"""Numbers rounded to a coarse grid, so that last bits of a sum cannot show: centres, scales, weights.

A scale keeps 40 significant bits. A centre is the nearest multiple of the scale's last bit, or of its own last bit in
binary64 where that is coarser. A weight is a multiple of 2^-30. Ties go to the even multiple.
"""

from __future__ import annotations

import math
from fractions import Fraction

SCALE_BITS = 40
WEIGHT_STEP = 2.0**-30


def floor_log2(number: Fraction) -> int:
    """The e with 2^e <= number < 2^(e + 1), for number > 0."""
    exponent = number.numerator.bit_length() - number.denominator.bit_length()
    return exponent if Fraction(2) ** exponent <= number else exponent - 1


def round_to_step(number: Fraction, exponent: int) -> Fraction:
    """The nearest multiple of 2^exponent, ties to the even multiple."""
    step = Fraction(2) ** exponent
    return round(number / step) * step


def round_scale(variance: Fraction) -> tuple[float, int]:
    """sqrt(variance) to 40 significant bits, rounded once; and the exponent of its last bit. variance > 0."""
    last_bit = floor_log2(variance) // 2 - (SCALE_BITS - 1)
    scaled = variance / Fraction(4) ** last_bit
    below = math.isqrt(scaled.numerator // scaled.denominator)
    twice_midpoint = 2 * below + 1
    over = 4 * scaled - twice_midpoint * twice_midpoint
    multiple = below + (1 if over > 0 or (over == 0 and below % 2) else 0)
    return math.ldexp(float(multiple), last_bit), last_bit


def round_centre(mean: Fraction, scale_last_bit: int) -> float:
    """The nearest multiple of the coarser of the scale's last bit and the mean's own in binary64."""
    if mean == 0:
        return 0.0
    return float(round_to_step(mean, max(scale_last_bit, floor_log2(abs(mean)) - 52))) + 0.0
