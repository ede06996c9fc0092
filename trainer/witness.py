"""What training itself says of sample rows: log-odds from standardised columns and unfolded weights.

    z = B + d + sum_j W_j q_j,    q_j = (v_j - c_j) / s_j,    j = 1 … m, in that order, in binary64

A check holds the device's numbers, which went through the fold, against these. Each comes with a bound on its distance
to the exact real function of the same B, W, c, s. d is 0, or where the plan states the event's share in the field what
turns the odds of the fitted rows into those of the field:

    d = ln(share / (1 - share) * Ω_0 / Ω_1),    Ω_k the weight of the fitted rows of class k

Computed here, and not with what sealing has for it, so that a mistake there shows. The rows are invented, and where the
plan allows real ones some of the fitted rows come after them.

The bound. u = 2^-53, e = 2^-1075 (half the smallest subnormal number). Every operation obeys fl(x) = x (1 + d) + h with
|d| <= u, |h| <= e; h = 0 in a sum or difference (Higham, Accuracy and Stability of Numerical Algorithms, 2nd ed., 2.2
and problem 2.19). Let p be the computed W q.

* Each term passes a subtraction, a division and a product: p = W q (1 + d)^3 + h', |h'| <= 1.01 e (1 + |W|). So
  |p - W q| <= 3 u |p| / (1 - 6 u) + 1.02 e (1 + |W|).
* Each sum z_j = fl(z_(j-1) + p_j) errs by at most u |z_j|, since fl(x) = x / (1 + d) too with |d| <= u.
* z_0 = fl(B + d) likewise; d is computed to 50 digits and rounded once, which errs by u |d|.

    |z - exact| <= u (|z_0| + |d| + sum_j |z_j| + 3.01 sum_j |p_j|) + 1.02 e sum_j (1 + |W_j|)

The items of z_0 are left out where d = 0: then z_0 = B.

This is a running error bound (Higham 3.3): it knows the partial sums that occurred. It is itself computed in binary64
from nonnegative numbers: fewer than 4 m roundings up or down, each by u at most, so a factor 1 + 2^-20 covers
m < 2^30; the last item is written as 2^-1073 sum_j (1 + |W_j|), four times what is needed, for the same reason.
"""

from __future__ import annotations

import hashlib
import random
from collections.abc import Sequence
from decimal import Context, Decimal
from fractions import Fraction

import numpy as np
import numpy.typing as npt

from runtime_min.errors import FitError, Problem
from runtime_min.model import Score, TrainedInput, TrainedTerm, Witness
from trainer.design import Column, design_matrix

Floats = npt.NDArray[np.float64]

INVENTED_ROWS = 32
REAL_ROWS = 16
UNIT_ROUNDOFF = 2.0**-53
ROUNDED_BOUND = 1.0 + 2.0**-20
UNDERFLOW = 2.0**-1073


def witness_of(
    inputs: Sequence[TrainedInput],
    terms: Sequence[TrainedTerm],
    scores: Sequence[Score],
    limits: Sequence[tuple[float, float]],
    shift: float = 0.0,
    real: Floats | None = None,
) -> tuple[Witness, ...]:
    """The witness over `limits`, one (low, high) an input; for levels (0, K - 1). shift: d, in log-odds.

    real (n, inputs): rows of the data, complete, or None; a limit stands in for what rounding puts beyond it.
    Raises FitError where a limit is so far out that log-odds there are not finite.
    """
    parts = [_invented(inputs, limits), _corners(terms, scores[0], limits)]
    if real is not None:
        parts.append(np.clip(real, *np.array(limits).T))
    values = np.concatenate(parts)
    answers = [log_odds_with_bounds(terms, score, values, shift) for score in scores]
    log_odds = np.column_stack([z for z, _ in answers])
    bounds = np.column_stack([bound for _, bound in answers])
    if not (np.isfinite(log_odds).all() and np.isfinite(bounds).all()):
        raise FitError(Problem("ranges", "found limits at which the log-odds are not finite", "narrow the ranges"))
    rows = zip(values.tolist(), log_odds.tolist(), bounds.tolist(), strict=True)
    return tuple(Witness(tuple(row), tuple(z), tuple(bound)) for row, z, bound in rows)


def log_odds_with_bounds(
    terms: Sequence[TrainedTerm], score: Score, values: Floats, shift: float = 0.0
) -> tuple[Floats, Floats]:
    """(log-odds, bounds), each (n,), of rows `values` (n, inputs), a level as its index; see the head of the module."""
    columns = [Column(term.name, term.form, term.of, term.level) for term in terms]
    centres = np.array([term.centre for term in terms])
    scales = np.array([term.scale for term in terms])
    weights = np.array(score.weights)
    with np.errstate(over="ignore", invalid="ignore"):
        products = (design_matrix(columns, values) - centres) / scales * weights
        steps = np.empty((len(values), len(terms) + 1))
        steps[:, 0] = score.intercept + shift
        steps[:, 1:] = products
        partial = np.add.accumulate(steps, axis=1)
        sizes = np.abs(partial[:, 1:]).sum(axis=1) + 3.01 * np.abs(products).sum(axis=1)
        if shift:
            sizes += abs(score.intercept + shift) + abs(shift)
        bounds = ROUNDED_BOUND * UNIT_ROUNDOFF * sizes + UNDERFLOW * (1.0 + np.abs(weights)).sum()
    return partial[:, -1], bounds


def shift_to_field(prevalence: Fraction | None, class_weights: Sequence[float]) -> float:
    """d, from the event's share in the field (None: that of the rows) and the weight of the rows of either class."""
    if prevalence is None:
        return 0.0
    first, event = map(Fraction, class_weights)
    odds = prevalence / (1 - prevalence) * first / event
    digits = Context(prec=60)
    return float(digits.subtract(digits.ln(Decimal(odds.numerator)), digits.ln(Decimal(odds.denominator))))


def real_rows(keys: Sequence[bytes], fitted: npt.NDArray[np.intp]) -> npt.NDArray[np.intp]:
    """Which of the fitted rows (their positions in `keys`) the witness holds: the first by SHA-256, each content once.

    keys: what each row holds, as `split` tells rows apart; so the order of the rows changes nothing.
    """
    first: dict[bytes, int] = {}
    for position in fitted.tolist():
        first.setdefault(hashlib.sha256(b"witness" + keys[position]).digest(), position)
    return np.array([first[digest] for digest in sorted(first)[:REAL_ROWS]], dtype=np.intp)


def _invented(inputs: Sequence[TrainedInput], limits: Sequence[tuple[float, float]]) -> Floats:
    """Uniform over the limits, from a generator that knows nothing but the names of the inputs."""
    uniform = random.Random("\n".join(entry.name for entry in inputs)).random
    shares = np.array([uniform() for _ in range(INVENTED_ROWS * len(inputs))]).reshape(INVENTED_ROWS, len(inputs))
    low, high = np.array(limits).T
    # (1 - t) low + t high: high - low could be too large for binary64.
    values: Floats = np.clip((1.0 - shares) * low + shares * high, low, high)
    for position, entry in enumerate(inputs):
        if entry.levels:
            values[:, position] = np.floor(shares[:, position] * len(entry.levels))
    return values


def _corners(terms: Sequence[TrainedTerm], score: Score, limits: Sequence[tuple[float, float]]) -> Floats:
    """Four corners of the limits: all low, all high, the least and the greatest log-odds."""
    ends = np.array(limits).T
    least, greatest = ends.copy()
    levels: dict[int, list[float]] = {}
    for term, weight in zip(terms, score.weights, strict=True):
        position = term.of[0]
        if term.level is not None:
            levels.setdefault(position, [0.0]).append(weight)
        else:
            low, high = limits[position]
            least[position], greatest[position] = (low, high) if weight > 0 else (high, low)
    for position, weights in levels.items():
        least[position] = float(weights.index(min(weights)))
        greatest[position] = float(weights.index(max(weights)))
    corners: Floats = np.stack([*ends, least, greatest])
    return corners
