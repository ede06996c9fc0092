"""Which columns separate the classes: a linear programme over the columns that have a flat prior.

Rows are separated when some direction u of the flat weights, intercept included, has a_l · u >= 0 in every row l and
more in at least one, a_l = ±(1, x_l) signed by the class; then the likelihood rises for ever along u (Albert and
Anderson 1984: complete where all are above 0, else quasi-complete). The u with the least Σ|u_j| names few columns.
"""

from __future__ import annotations

import math
from collections.abc import Sequence

import numpy as np
from numpy.typing import NDArray
from scipy.optimize import linprog

from runtime_min.errors import Problem
from trainer.objective import Prior

Array = NDArray[np.float64]

_ROWS_AT_FIRST = 400
_ROWS_A_ROUND = 400
_TOLERANCE = 1e-7  # the linear programme's own
_ROUNDS = 200
_NAMES_TOLD = 6


def separation_problems(
    columns: Array, labels: NDArray[np.integer], prior: Prior, names: Sequence[str], class_names: Sequence[str]
) -> list[Problem]:
    """One problem that names the separating columns, or none; columns (n, d) standardised, labels (n,) 0/1."""
    flat = np.flatnonzero(np.isinf(prior.sds))
    with_intercept = prior.intercept_sd == math.inf
    rows = columns[:, flat]
    if with_intercept:
        rows = np.column_stack((rows, np.ones(len(rows))))
    rows = rows * (2.0 * labels - 1.0)[:, np.newaxis]
    direction = _sparse_direction(rows, len(flat))
    if direction is None:
        return []
    largest = np.abs(direction[: len(flat)]).max(initial=0.0)
    chosen = [names[flat[index]] for index in np.flatnonzero(np.abs(direction[: len(flat)]) > 1e-6 * largest)]
    quoted = ", ".join(f'"{name}"' for name in chosen[:_NAMES_TOLD])
    if len(chosen) > _NAMES_TOLD:
        quoted += f" and {len(chosen) - _NAMES_TOLD} more"
    one = len(chosen) == 1
    return [
        Problem(
            f"rows: column{'' if one else 's'} {quoted}",
            f'{"separates" if one else "together separate"} the classes "{class_names[0]}" and "{class_names[1]}", '
            "so that no finite weight fits best",
            f"give {'it' if one else 'them'} a prior with a finite sd, or add rows where the classes overlap",
        )
    ]


def _sparse_direction(rows: Array, penalised: int) -> Array | None:
    """u with rows · u >= 0, mean(rows · u) = 1 and the least Σ|u_j| over the first `penalised`, or None.

    Only the rows that a solution breaks enter the programme, so that its size does not grow with theirs.
    """
    width = rows.shape[1]
    cost = np.concatenate([np.r_[np.ones(penalised), np.zeros(width - penalised)]] * 2)
    average = rows.mean(axis=0)
    active = np.unique(np.linspace(0, len(rows) - 1, min(_ROWS_AT_FIRST, len(rows))).astype(np.intp))
    for _ in range(_ROUNDS):
        part = rows[active]
        found = linprog(
            cost,
            A_ub=np.hstack((-part, part)),
            b_ub=np.zeros(len(part)),
            A_eq=np.hstack((average, -average))[np.newaxis],
            b_eq=[1.0],
            method="highs",
        )
        if found.x is None:
            return None
        direction: Array = found.x[:width] - found.x[width:]
        reach = rows @ direction
        broken = np.flatnonzero(reach < -_TOLERANCE * max(1.0, float(np.abs(direction).max())))
        broken = np.setdiff1d(broken, active)
        if not len(broken):
            return direction
        active = np.union1d(active, broken[np.argsort(reach[broken], kind="stable")[:_ROWS_A_ROUND]])
    return None
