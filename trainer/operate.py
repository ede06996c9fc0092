"""How the model does on rows that were never fitted, beside a forecast that always says the base rate.

With z the log-odds of the event, s = +1 for a row of the event and -1 for another, and p = logistic(z):

    log loss    mean of log(1 + exp(-s z))
    Brier score mean of (p - y)^2 = logistic(-s z)^2    (Brier 1950, in its form for two classes)
    AUC         (pairs of one event and one other row that z puts in order + ties / 2) / pairs
                (Mann and Whitney 1947; Hanley and McNeil 1982)

With row weights the means are weighted, and a pair counts as the product of its rows' weights. Sums are rounded once,
and pairs are counted in whole numbers or along rows sorted by log-odds and weight, so the order of the rows changes no
bit.
"""

from __future__ import annotations

import math

import numpy as np
import numpy.typing as npt
from scipy.special import expit

from runtime_min.model import HeldOut
from trainer.standardise import class_sums

Floats = npt.NDArray[np.float64]


def held_out_results(
    log_odds: Floats, labels: npt.NDArray[np.integer], base_rate: float, row_weights: Floats | None = None
) -> HeldOut:
    """Results from the log-odds (n,) and the classes (n,), 0 or 1, of n >= 1 held-out rows; row_weights (n,) > 0.

    base_rate: the weighted share of events among the *fitted* rows, above 0 and below 1. `rows` and `events` are counts
    of rows, whatever these weigh.
    """
    weights = np.ones(len(labels)) if row_weights is None else row_weights
    others, events = class_sums(labels, row_weights, 2)
    total = math.fsum(weights)
    against = np.where(labels == 1, -log_odds, log_odds)
    return HeldOut(
        rows=len(labels),
        events=int(np.count_nonzero(labels == 1)),
        log_loss=math.fsum(weights * np.logaddexp(0.0, against)) / total,
        brier=math.fsum(weights * expit(against) ** 2) / total,
        auc=area_under_roc(log_odds, labels, row_weights),
        base_rate=base_rate,
        base_log_loss=-(events * math.log(base_rate) + others * math.log1p(-base_rate)) / total,
        base_brier=(events * (1.0 - base_rate) ** 2 + others * base_rate**2) / total,
    )


def area_under_roc(
    log_odds: Floats, labels: npt.NDArray[np.integer], row_weights: Floats | None = None
) -> float | None:
    """The share of pairs in order, ties half; None where all rows are of one class."""
    event = labels == 1
    if event.all() or not event.any():
        return None
    if row_weights is None:
        others = np.sort(log_odds[~event])
        below = int(np.searchsorted(others, log_odds[event], "left").sum())
        not_above = int(np.searchsorted(others, log_odds[event], "right").sum())
        return (below + not_above) / (2 * len(others) * int(np.count_nonzero(event)))
    order = np.lexsort((row_weights[~event], log_odds[~event]))
    others = log_odds[~event][order]
    up_to = np.concatenate(([0.0], np.cumsum(row_weights[~event][order])))
    sums = up_to[np.searchsorted(others, log_odds[event], "left")]
    sums += up_to[np.searchsorted(others, log_odds[event], "right")]
    pairs = math.fsum(row_weights[event]) * float(up_to[-1])
    return min(math.fsum(row_weights[event] * sums) / (2.0 * pairs), 1.0)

■ ■ ■ ■ ■ ■ ■

● **WHAT TO PRODUCE**
Return only the exact lines from the opening of the records through the line that contains "def round_to_step(number: Fraction, exponent: int)", both included.

● **PROBLEM SOLUTION**
"""Numbers rounded to a coarse grid, so that last bits of a sum cannot show: centres, scales, weights.

A scale keeps 40 significant bits. A centre is the nearest multiple of the scale's last bit, or of its own last bit in
binary64 where that is coarser. A weight is a multiple of 2^-30. Ties go to the even multiple.
"""

from __future__ import annotations

import math
from fractions import Fraction

SCALE_BITS = 40
WEIGHT_STEP = 2.0**-30


def floor_log2(number: Fraction) -> int:
    """The e with 2^e <= number < 2^(e + 1), for number > 0."""
    exponent = number.numerator.bit_length() - number.denominator.bit_length()
    return exponent if Fraction(2) ** exponent <= number else exponent - 1


def round_to_step(number: Fraction, exponent: int) -> Fraction:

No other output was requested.